◆ **What you will do**: Output, exactly and alone, the lines from the one containing "await toggle.trigger('click');" through the last line of the material below, both ends included.
★ ★ ★
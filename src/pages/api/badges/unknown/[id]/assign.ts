import { idParam, json, readJson, requireRole, route } from '@lib/server/http';
import { assignUnknownBadge } from '@lib/server/badges';
import { assignUnknownBody } from '@lib/controller-schemas';

/** POST /api/badges/unknown/:id/assign {personId} (steward, admin) → 201 the badge, now the person's. */
export const POST = route(async ({ locals, params, request }) => {
  const actor = requireRole(locals, 'steward', 'admin');
  const id = idParam(params.id, 'unknown badge');
  const input = await readJson(request, assignUnknownBody);
  const b = await assignUnknownBadge(actor.id, id, input.personId);
  return json({ id: b.id, lastFour: b.lastFour, createdAt: b.createdAt.toISOString() }, 201);
});
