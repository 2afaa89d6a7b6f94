// What the benchmark's scripts share: the bench key, the P1 reference routes and the median.
import express, { type Express } from 'express';
import { createKey } from '../server/api/v1/keys/keys.service.ts';
import { CLI_ACTOR } from '../server/api/v1/audit/audit.repository.ts';
import { openDatabase } from '../server/db/client.ts';
import { migrateDatabase } from '../server/db/migrate.ts';
import { seedDemo } from '../server/demo/seed.ts';

/** Migrates and seeds the throwaway database and returns a key whose quota no run can spend. */
export async function prepareBenchKey(url: string): Promise<string> {
  const database = openDatabase(url, { max: 2 });
  try {
    await migrateDatabase(database.pool);
    const seeded = await seedDemo(database.db, { email: 'bench@kestrel-ridge.example', password: 'bench-password-1' });
    const created = await createKey(
      database.db,
      { organisationId: seeded.organisationId, ownerId: seeded.adminId, name: 'bench', note: '', dailyQuota: 2_000_000_000, burstPerMinute: 2_000_000_000, actor: CLI_ACTOR },
      new Date(),
    );
    return created.secret;
  } finally {
    await database.close();
  }
}

/**
 * P1's strict ceiling, for `createApp({ first })`: a bare JSON route ahead of everything, even the
 * server-wide middleware every route of the server passes (reported beside the ratio, not judged).
 */
export function mountStrictBareRoute(app: Express): void {
  app.post('/bench/bare-first', express.json(), (_req, res) => {
    res.json({ ok: true });
  });
}

/**
 * P1's reference, for `createApp({ beforeApi })`: a bare JSON route in the same server, where any of
 * its routes sits. It gets what every route gets (request id, security headers, body limit, parsed
 * JSON body; under /api, the API's header set) and none of a calculation's own work: no key check,
 * quota, validation or calculation.
 */
export function mountSameServerBareRoute(app: Express): void {
  app.post('/api/bench/bare', (_req, res) => {
    res.json({ ok: true });
  });
}

/** The middle value; for an even count the mean of the two middle ones (P1 runs pairs in even numbers). */
export function median(xs: number[]): number {
  if (xs.length === 0) return NaN;
  const sorted = [...xs].sort((a, b) => a - b);
  const mid = Math.floor(sorted.length / 2);
  return sorted.length % 2 === 1 ? sorted[mid]! : (sorted[mid - 1]! + sorted[mid]!) / 2;
}
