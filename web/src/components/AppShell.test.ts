import { afterEach, beforeEach, describe, expect, it, vi } from 'vitest';
import { flushPromises, mount } from '@vue/test-utils';
import { createPinia, setActivePinia } from 'pinia';
import { createMemoryHistory } from 'vue-router';
import App from '../App.vue';
import { createConsoleRouter } from '../router/index.ts';
import { THEME_STORAGE_KEY } from '../stores/theme.ts';

async function mountAt(path: string) {
  const pinia = createPinia();
  setActivePinia(pinia);
  const router = createConsoleRouter(createMemoryHistory());
  await router.push(path);
  await router.isReady();
  const wrapper = mount(App, { global: { plugins: [pinia, router] }, attachTo: document.body });
  await flushPromises();
  return { wrapper, router };
}

beforeEach(() => {
  localStorage.setItem(THEME_STORAGE_KEY, 'light');
  vi.stubGlobal(
    'fetch',
    vi.fn(async () => {
      throw new TypeError('offline in tests');
    }),
  );
});

afterEach(() => {
  vi.unstubAllGlobals();
  localStorage.clear();
  document.body.innerHTML = '';
  // Naive UI marks the body once its global style is applied; each test mounts a fresh console.
  document.body.removeAttribute('n-styled');
});

describe('console shell', () => {
  it('shows the product name, every planned page and the API reference link', async () => {
    const { wrapper } = await mountAt('/');
    const nav = wrapper.get('nav[aria-label="Console pages"]');
    const labels = nav.findAll('a').map((a) => a.text().replace(/\s+/g, ' ').trim());

    expect(wrapper.get('header').text()).toContain('Gammaline');
    expect(labels).toEqual([
      'Status',
      'Try, coming soon',
      'Sweeps, coming soon',
      'Feed lines, coming soon',
      'Cables, coming soon',
      'Keys, coming soon',
      'Usage, coming soon',
      'Admin, coming soon',
      'API reference',
    ]);
    expect(nav.get('a[href="/docs"]').text()).toBe('API reference');
    expect(nav.get('a[aria-current="page"]').text()).toBe('Status');
    wrapper.unmount();
  });

  it('opens a planned page that says what it will do, and titles the document', async () => {
    const { wrapper } = await mountAt('/sweeps');
    expect(wrapper.get('main h1').text()).toBe('Sweeps');
    expect(wrapper.get('main').text()).toContain('Touchstone');
    expect(document.title).toBe('Sweeps · Gammaline');
    wrapper.unmount();
  });

  it('answers unknown addresses with a page of its own', async () => {
    const { wrapper, router } = await mountAt('/no/such/page');
    expect(router.currentRoute.value.name).toBe('not-found');
    expect(wrapper.get('main h1').text()).toBe('Page not found');
    wrapper.unmount();
  });

  it('carries the safety note in the footer', async () => {
    const { wrapper } = await mountAt('/');
    const footer = wrapper.get('footer').text();
    expect(footer).toContain('high voltages on lines and connectors');
    expect(footer).toContain('RF fields');
    wrapper.unmount();
  });

  it('switches to the dark theme from the header and remembers it', async () => {
    const { wrapper } = await mountAt('/');
    const toggle = wrapper.get('button[aria-pressed]');
    expect(toggle.attributes('aria-pressed')).toBe('false');

    await toggle.trigger('click');
    // The dark theme arrives as its own chunk; wait for it to be applied.
    await vi.waitFor(() => expect(document.documentElement.dataset.theme).toBe('dark'));

    expect(toggle.attributes('aria-pressed')).toBe('true');
    expect(localStorage.getItem(THEME_STORAGE_KEY)).toBe('dark');
    wrapper.unmount();
  });
});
★ ★ ★
◆ **Solution**:
    await toggle.trigger('click');
    // The dark theme arrives as its own chunk; wait for it to be applied.
    await vi.waitFor(() => expect(document.documentElement.dataset.theme).toBe('dark'));

    expect(toggle.attributes('aria-pressed')).toBe('true');
    expect(localStorage.getItem(THEME_STORAGE_KEY)).toBe('dark');
    wrapper.unmount();
  });
});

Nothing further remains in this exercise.